**Records for the task:**
########
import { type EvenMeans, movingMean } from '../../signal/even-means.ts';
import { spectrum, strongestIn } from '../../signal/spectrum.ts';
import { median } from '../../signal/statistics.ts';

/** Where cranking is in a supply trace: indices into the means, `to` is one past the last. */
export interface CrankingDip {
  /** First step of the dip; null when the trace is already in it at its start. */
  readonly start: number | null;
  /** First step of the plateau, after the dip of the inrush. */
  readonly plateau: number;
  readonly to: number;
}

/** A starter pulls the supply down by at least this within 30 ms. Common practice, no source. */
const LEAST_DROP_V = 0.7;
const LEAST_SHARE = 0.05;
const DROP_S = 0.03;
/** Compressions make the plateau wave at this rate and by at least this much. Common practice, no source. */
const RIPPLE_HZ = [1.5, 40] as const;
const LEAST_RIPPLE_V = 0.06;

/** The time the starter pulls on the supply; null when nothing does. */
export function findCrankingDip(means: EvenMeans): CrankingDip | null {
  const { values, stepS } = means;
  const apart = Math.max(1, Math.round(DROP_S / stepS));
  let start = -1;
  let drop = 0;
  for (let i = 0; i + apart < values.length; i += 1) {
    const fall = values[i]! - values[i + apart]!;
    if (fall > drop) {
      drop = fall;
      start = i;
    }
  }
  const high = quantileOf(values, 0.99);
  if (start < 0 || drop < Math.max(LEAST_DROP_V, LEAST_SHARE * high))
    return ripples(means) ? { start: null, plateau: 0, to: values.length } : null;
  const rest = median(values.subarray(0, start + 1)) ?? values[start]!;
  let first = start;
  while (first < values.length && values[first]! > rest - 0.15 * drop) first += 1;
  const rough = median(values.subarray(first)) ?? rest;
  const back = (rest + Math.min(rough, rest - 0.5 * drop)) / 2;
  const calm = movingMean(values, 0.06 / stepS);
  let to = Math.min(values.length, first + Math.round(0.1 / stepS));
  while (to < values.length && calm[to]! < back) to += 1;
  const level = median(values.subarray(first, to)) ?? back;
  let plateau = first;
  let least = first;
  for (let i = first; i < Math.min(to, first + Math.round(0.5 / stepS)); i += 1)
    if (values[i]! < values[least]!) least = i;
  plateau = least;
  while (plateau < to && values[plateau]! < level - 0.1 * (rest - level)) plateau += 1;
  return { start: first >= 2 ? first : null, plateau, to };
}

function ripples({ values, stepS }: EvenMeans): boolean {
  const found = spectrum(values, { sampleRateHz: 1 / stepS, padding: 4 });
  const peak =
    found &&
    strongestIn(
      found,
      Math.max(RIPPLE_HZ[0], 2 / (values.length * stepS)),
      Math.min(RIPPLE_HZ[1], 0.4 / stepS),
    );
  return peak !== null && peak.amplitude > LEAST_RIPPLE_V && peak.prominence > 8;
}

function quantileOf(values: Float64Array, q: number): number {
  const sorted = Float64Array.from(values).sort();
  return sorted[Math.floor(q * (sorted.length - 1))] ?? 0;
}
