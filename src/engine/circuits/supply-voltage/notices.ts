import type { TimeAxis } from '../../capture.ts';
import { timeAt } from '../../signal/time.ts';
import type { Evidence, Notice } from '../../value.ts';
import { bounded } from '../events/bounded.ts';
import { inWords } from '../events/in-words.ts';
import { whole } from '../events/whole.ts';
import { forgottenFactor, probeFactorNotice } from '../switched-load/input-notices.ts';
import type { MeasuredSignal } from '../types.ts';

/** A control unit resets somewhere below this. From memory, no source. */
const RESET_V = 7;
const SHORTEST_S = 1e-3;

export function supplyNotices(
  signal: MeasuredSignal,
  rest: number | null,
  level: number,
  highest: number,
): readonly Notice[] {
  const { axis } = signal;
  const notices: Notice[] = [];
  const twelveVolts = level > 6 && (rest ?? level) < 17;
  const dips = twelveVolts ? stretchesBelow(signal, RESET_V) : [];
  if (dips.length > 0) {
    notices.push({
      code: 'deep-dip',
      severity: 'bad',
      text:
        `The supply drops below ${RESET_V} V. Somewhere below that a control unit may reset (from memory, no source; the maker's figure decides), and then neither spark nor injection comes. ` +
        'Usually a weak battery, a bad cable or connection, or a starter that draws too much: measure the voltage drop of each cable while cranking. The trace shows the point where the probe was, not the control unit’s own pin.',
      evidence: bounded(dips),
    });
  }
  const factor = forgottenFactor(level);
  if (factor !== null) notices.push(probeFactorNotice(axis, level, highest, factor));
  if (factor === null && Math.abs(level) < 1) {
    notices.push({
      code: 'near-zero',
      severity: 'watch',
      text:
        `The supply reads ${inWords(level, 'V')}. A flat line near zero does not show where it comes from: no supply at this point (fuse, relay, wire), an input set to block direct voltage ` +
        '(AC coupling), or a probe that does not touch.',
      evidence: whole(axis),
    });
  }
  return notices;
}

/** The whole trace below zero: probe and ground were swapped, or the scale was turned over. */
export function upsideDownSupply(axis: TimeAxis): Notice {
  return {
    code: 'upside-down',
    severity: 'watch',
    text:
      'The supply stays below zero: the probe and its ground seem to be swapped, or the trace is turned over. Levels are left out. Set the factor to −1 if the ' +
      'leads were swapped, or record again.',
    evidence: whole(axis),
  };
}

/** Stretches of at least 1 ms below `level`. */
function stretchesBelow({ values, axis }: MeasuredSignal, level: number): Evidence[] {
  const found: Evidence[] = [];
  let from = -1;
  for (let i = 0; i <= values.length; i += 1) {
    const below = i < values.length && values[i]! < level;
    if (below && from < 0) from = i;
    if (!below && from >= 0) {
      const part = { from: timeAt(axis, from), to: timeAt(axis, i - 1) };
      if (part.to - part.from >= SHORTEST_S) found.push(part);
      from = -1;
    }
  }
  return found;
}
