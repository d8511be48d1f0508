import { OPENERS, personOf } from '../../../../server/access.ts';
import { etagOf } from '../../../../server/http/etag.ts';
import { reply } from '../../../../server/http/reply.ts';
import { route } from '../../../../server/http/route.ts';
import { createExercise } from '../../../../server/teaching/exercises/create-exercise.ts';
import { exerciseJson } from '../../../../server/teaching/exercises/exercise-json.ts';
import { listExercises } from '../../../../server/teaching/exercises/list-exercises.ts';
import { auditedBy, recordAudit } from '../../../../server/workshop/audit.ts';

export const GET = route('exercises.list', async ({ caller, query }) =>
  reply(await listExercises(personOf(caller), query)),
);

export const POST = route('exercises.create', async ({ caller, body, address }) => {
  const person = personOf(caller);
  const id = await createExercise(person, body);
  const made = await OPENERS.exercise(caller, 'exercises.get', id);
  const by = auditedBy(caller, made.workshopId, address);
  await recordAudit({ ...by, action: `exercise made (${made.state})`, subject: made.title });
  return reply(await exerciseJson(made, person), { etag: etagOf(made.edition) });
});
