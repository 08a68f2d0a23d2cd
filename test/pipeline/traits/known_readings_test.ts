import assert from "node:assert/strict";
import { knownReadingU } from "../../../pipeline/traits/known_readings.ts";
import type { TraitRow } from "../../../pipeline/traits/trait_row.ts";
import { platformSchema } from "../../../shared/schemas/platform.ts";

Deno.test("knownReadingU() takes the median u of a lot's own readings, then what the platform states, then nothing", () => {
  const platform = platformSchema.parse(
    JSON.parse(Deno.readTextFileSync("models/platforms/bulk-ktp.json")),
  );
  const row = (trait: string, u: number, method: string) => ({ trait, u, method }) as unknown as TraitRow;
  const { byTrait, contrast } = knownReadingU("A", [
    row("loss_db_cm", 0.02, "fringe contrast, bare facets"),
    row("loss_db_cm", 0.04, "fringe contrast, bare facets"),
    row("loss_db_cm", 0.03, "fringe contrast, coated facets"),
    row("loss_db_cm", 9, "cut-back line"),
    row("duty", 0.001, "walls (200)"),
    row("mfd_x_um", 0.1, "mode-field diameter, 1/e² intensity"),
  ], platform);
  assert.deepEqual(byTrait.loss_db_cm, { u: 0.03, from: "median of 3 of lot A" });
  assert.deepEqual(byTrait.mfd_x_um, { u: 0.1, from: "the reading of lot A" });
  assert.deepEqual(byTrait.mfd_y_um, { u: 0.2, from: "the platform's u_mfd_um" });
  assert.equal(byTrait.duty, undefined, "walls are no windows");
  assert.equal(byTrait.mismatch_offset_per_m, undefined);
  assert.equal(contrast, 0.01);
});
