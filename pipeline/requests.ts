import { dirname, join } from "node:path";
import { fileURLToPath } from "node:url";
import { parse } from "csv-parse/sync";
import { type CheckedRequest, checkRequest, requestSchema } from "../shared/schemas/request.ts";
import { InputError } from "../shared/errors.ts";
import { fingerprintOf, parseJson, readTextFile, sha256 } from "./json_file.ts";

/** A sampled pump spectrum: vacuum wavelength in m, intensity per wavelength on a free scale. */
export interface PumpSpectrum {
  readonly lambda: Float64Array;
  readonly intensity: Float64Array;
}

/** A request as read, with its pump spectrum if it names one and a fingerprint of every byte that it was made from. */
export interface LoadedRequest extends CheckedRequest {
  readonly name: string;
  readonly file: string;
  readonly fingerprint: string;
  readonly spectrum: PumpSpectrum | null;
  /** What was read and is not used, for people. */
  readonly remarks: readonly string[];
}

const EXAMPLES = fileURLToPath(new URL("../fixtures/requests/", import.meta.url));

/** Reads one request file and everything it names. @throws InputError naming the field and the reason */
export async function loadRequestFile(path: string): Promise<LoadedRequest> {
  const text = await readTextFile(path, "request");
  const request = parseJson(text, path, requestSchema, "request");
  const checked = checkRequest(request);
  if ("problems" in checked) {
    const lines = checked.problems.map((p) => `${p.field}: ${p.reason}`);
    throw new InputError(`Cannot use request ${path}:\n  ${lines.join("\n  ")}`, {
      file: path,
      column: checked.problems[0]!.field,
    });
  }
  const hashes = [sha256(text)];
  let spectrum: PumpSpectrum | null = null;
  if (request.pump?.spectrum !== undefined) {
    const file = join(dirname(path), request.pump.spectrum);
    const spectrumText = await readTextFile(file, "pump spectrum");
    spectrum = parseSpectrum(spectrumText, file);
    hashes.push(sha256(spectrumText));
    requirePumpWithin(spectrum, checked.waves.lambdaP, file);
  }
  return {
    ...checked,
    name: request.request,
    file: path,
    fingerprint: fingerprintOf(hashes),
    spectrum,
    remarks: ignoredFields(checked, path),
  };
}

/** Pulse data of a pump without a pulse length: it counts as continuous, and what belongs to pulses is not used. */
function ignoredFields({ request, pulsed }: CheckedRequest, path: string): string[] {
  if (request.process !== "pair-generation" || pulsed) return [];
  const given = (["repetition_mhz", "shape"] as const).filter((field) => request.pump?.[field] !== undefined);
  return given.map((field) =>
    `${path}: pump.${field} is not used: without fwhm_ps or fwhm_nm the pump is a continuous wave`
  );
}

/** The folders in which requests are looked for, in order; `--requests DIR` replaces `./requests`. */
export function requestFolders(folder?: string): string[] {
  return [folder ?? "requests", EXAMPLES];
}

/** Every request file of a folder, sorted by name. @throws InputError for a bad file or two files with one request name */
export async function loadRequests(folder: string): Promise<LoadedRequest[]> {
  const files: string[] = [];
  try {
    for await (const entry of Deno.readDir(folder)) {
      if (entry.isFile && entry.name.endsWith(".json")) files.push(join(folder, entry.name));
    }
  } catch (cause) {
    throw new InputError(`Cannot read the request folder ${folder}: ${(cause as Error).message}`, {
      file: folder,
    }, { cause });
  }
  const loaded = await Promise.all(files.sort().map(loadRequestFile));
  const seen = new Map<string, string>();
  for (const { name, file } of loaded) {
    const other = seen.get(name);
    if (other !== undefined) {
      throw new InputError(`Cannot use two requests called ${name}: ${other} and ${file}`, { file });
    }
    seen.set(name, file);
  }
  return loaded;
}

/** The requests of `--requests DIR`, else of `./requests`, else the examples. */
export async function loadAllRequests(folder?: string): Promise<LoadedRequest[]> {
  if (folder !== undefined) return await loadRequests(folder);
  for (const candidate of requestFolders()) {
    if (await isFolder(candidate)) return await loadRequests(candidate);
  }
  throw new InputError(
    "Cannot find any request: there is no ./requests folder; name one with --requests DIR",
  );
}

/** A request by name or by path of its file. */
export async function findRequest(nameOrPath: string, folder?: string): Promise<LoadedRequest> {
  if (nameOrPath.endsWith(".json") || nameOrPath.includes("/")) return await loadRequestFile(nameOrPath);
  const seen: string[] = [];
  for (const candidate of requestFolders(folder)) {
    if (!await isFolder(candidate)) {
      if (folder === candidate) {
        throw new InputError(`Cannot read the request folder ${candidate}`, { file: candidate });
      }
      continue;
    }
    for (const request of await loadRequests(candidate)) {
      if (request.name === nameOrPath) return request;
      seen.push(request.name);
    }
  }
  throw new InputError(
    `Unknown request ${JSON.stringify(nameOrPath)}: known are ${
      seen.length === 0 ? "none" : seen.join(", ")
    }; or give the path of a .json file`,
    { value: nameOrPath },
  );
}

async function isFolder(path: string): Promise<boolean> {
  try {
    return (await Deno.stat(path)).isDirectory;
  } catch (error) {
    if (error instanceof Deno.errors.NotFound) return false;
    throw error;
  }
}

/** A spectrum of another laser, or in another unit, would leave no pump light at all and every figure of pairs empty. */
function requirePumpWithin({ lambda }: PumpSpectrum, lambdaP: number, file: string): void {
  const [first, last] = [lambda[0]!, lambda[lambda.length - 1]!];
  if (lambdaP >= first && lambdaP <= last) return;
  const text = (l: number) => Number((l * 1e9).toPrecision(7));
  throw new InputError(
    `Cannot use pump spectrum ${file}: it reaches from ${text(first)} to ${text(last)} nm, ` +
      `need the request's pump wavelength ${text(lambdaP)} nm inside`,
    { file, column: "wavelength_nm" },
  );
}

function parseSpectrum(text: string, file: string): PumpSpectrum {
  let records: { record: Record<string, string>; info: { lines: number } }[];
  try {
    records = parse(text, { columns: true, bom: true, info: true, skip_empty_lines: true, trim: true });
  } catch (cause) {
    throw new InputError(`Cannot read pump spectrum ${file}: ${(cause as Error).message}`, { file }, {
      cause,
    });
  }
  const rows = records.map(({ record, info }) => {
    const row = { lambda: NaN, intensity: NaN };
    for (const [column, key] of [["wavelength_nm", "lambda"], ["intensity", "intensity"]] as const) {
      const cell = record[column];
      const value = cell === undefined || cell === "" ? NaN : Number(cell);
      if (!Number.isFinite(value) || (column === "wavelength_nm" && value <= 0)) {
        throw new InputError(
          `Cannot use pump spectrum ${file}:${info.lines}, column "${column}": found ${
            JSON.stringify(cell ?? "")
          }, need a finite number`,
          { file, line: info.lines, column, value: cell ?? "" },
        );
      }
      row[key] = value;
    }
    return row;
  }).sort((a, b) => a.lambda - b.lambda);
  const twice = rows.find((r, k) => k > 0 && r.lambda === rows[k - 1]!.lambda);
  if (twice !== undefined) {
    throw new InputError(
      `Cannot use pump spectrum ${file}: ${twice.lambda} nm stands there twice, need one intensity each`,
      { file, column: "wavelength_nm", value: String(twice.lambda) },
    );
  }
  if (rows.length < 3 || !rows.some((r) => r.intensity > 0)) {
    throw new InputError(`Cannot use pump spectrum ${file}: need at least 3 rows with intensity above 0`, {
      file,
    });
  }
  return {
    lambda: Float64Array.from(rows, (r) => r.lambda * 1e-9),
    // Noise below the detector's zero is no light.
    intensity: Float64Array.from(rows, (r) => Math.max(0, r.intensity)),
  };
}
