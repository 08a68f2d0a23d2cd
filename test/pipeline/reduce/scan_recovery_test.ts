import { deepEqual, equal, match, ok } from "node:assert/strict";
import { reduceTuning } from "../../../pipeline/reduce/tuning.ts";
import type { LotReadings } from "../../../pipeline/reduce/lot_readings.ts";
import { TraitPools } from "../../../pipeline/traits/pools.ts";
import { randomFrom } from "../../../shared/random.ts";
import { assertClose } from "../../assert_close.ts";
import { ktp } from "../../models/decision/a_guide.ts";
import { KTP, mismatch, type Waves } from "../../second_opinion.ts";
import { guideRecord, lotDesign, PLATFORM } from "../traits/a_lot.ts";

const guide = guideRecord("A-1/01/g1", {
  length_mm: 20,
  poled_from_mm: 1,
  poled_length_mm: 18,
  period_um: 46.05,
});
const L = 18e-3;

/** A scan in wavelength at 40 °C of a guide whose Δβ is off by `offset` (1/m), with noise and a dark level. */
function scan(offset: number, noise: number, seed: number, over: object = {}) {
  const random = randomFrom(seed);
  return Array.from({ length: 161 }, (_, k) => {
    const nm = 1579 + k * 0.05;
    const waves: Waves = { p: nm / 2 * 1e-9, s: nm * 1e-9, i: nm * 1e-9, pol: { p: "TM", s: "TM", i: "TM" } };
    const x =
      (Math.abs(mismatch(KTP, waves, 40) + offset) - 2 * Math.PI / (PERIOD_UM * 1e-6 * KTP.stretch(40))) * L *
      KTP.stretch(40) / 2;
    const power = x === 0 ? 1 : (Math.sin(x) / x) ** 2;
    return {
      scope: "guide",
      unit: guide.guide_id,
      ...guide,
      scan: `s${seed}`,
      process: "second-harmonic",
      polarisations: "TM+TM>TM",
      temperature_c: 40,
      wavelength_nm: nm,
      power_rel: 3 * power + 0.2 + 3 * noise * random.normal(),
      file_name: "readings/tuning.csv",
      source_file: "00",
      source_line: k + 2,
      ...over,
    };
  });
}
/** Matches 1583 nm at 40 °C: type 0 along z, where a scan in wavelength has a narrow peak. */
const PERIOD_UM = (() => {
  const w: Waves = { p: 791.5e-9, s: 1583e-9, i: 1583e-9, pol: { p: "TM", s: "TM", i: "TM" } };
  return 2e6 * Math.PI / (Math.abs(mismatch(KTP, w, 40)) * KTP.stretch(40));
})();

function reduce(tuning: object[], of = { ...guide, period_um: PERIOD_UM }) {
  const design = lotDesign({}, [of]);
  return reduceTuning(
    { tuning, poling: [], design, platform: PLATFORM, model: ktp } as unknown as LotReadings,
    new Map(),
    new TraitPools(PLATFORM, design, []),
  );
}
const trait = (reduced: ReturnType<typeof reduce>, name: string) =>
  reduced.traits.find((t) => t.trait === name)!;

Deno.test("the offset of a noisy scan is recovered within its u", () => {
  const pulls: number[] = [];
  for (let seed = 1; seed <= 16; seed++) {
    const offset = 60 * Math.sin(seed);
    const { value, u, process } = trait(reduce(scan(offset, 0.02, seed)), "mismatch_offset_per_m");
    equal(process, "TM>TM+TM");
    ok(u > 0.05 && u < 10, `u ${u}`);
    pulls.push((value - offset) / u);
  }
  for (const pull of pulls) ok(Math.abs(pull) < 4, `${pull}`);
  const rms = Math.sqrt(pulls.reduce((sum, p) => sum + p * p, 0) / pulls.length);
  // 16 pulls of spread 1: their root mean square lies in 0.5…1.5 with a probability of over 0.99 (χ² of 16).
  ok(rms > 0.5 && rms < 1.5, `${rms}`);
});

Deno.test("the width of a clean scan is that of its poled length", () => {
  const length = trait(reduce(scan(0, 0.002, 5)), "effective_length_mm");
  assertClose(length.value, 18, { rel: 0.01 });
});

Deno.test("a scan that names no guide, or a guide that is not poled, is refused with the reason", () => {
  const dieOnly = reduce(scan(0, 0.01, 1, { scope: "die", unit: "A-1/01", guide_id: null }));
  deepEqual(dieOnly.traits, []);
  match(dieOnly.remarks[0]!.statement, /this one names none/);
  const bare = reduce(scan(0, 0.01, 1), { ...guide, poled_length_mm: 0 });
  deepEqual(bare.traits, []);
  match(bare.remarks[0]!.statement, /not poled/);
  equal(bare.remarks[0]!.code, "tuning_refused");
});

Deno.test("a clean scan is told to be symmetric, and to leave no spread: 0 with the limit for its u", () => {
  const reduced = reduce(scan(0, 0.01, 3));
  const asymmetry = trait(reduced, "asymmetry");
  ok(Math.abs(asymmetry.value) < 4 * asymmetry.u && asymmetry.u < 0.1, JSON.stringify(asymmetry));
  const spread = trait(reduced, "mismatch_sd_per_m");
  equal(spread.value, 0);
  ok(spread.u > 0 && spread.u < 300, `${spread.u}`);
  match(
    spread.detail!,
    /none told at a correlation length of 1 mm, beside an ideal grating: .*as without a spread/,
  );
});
########
Output, from the data above, the lines from the line with "Math.max(RIPPLE_HZ[0], 2 /" to the line with "const twelveVolts = level" exactly as they stand, both ends included and nothing else.

      Math.max(RIPPLE_HZ[0], 2 / (values.length * stepS)),
      Math.min(RIPPLE_HZ[1], 0.4 / stepS),
    );
  return peak !== null && peak.amplitude > LEAST_RIPPLE_V && peak.prominence > 8;
}

function quantileOf(values: Float64Array, q: number): number {
  const sorted = Float64Array.from(values).sort();
  return sorted[Math.floor(q * (sorted.length - 1))] ?? 0;
}
filename src/engine/circuits/supply-voltage/notices.ts
import type { TimeAxis } from '../../capture.ts';
import { timeAt } from '../../signal/time.ts';
import type { Evidence, Notice } from '../../value.ts';
import { bounded } from '../events/bounded.ts';
import { inWords } from '../events/in-words.ts';
import { whole } from '../events/whole.ts';
import { forgottenFactor, probeFactorNotice } from '../switched-load/input-notices.ts';
import type { MeasuredSignal } from '../types.ts';

/** A control unit resets somewhere below this. From memory, no source. */
const RESET_V = 7;
const SHORTEST_S = 1e-3;

export function supplyNotices(
  signal: MeasuredSignal,
  rest: number | null,
  level: number,
  highest: number,
): readonly Notice[] {
  const { axis } = signal;
  const notices: Notice[] = [];
  const twelveVolts = level > 6 && (rest ?? level) < 17;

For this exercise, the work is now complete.